Repeat verbatim only the lines from the opening of the material below through the one that contains "func innovations(r *rand.Rand, n".

----

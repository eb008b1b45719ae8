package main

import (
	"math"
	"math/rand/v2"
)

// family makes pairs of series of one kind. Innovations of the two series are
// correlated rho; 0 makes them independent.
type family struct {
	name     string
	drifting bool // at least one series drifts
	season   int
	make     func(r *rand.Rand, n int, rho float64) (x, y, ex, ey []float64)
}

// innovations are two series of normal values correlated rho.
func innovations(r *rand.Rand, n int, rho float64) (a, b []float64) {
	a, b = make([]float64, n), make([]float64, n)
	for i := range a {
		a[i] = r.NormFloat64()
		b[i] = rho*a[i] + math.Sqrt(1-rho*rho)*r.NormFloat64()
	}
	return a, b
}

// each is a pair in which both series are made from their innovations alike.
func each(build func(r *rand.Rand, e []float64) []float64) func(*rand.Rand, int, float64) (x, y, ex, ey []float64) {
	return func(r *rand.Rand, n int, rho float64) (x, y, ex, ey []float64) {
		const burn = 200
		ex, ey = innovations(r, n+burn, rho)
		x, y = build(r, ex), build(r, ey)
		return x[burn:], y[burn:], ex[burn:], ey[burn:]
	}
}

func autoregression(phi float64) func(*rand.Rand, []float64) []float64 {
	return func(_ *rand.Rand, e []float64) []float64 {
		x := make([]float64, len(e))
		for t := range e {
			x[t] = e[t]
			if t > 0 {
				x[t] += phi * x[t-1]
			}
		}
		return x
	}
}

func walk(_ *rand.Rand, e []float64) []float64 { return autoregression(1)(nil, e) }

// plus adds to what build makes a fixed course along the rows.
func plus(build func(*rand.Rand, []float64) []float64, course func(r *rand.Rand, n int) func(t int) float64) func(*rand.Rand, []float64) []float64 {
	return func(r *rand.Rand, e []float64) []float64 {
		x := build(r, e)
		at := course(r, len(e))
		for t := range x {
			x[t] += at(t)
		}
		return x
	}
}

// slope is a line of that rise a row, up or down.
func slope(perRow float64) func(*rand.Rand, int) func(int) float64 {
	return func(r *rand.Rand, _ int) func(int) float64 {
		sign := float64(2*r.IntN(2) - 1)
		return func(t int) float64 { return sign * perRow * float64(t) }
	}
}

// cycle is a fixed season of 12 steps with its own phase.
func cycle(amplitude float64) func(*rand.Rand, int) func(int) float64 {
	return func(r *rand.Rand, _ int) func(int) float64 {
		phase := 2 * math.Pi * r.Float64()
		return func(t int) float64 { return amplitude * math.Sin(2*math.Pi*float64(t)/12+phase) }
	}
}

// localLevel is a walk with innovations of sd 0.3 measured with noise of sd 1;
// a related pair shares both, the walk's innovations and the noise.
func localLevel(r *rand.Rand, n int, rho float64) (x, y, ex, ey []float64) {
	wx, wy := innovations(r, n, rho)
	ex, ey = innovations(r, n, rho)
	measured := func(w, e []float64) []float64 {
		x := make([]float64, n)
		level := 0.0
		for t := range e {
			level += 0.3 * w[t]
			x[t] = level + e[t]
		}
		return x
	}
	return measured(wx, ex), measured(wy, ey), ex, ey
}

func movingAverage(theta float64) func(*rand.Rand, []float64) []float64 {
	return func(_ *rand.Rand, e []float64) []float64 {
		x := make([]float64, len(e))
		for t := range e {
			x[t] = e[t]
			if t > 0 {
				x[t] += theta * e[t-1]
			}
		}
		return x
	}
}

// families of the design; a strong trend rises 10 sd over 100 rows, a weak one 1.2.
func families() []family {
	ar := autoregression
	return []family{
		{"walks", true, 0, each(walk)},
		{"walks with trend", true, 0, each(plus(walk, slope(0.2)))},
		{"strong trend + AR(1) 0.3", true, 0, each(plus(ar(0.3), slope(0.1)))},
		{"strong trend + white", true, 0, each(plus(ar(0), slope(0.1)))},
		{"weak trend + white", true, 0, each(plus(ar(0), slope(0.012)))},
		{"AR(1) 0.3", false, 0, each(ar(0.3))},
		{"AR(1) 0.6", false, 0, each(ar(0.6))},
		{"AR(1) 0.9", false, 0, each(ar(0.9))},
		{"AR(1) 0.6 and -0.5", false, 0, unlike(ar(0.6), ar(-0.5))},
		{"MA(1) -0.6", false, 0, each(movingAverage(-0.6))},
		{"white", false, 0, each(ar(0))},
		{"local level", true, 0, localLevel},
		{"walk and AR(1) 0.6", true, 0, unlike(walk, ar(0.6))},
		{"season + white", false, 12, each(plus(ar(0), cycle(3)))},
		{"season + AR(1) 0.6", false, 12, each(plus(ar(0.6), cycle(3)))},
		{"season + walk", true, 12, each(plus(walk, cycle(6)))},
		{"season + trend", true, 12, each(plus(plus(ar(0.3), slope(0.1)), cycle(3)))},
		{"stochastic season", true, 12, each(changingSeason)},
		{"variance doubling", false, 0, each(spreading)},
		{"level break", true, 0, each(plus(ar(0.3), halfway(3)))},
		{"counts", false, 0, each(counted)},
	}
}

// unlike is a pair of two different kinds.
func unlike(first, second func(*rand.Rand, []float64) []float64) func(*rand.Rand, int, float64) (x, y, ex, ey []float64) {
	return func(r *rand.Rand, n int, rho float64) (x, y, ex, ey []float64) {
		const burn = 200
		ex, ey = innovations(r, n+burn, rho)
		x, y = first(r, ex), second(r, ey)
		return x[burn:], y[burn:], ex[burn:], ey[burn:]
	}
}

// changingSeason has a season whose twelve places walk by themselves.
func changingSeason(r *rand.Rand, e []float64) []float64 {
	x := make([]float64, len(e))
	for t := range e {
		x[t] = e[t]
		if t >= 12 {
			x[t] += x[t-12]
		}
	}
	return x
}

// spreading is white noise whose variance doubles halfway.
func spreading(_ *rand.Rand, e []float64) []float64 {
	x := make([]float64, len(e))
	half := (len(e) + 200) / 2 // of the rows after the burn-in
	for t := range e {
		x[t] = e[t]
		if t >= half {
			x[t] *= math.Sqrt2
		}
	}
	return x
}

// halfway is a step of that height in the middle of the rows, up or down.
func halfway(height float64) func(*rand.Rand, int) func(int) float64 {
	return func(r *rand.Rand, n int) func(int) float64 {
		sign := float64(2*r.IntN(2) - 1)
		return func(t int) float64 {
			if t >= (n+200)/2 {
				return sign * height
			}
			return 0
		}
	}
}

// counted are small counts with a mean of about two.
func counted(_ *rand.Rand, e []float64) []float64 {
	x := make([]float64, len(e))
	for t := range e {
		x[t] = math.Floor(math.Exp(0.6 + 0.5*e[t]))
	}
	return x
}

----

◆ **Finished exercise**
repository eb008b1b45719ae8
package main

import (
	"math"
	"math/rand/v2"
)

// family makes pairs of series of one kind. Innovations of the two series are
// correlated rho; 0 makes them independent.
type family struct {
	name     string
	drifting bool // at least one series drifts
	season   int
	make     func(r *rand.Rand, n int, rho float64) (x, y, ex, ey []float64)
}

// innovations are two series of normal values correlated rho.
func innovations(r *rand.Rand, n int, rho float64) (a, b []float64) {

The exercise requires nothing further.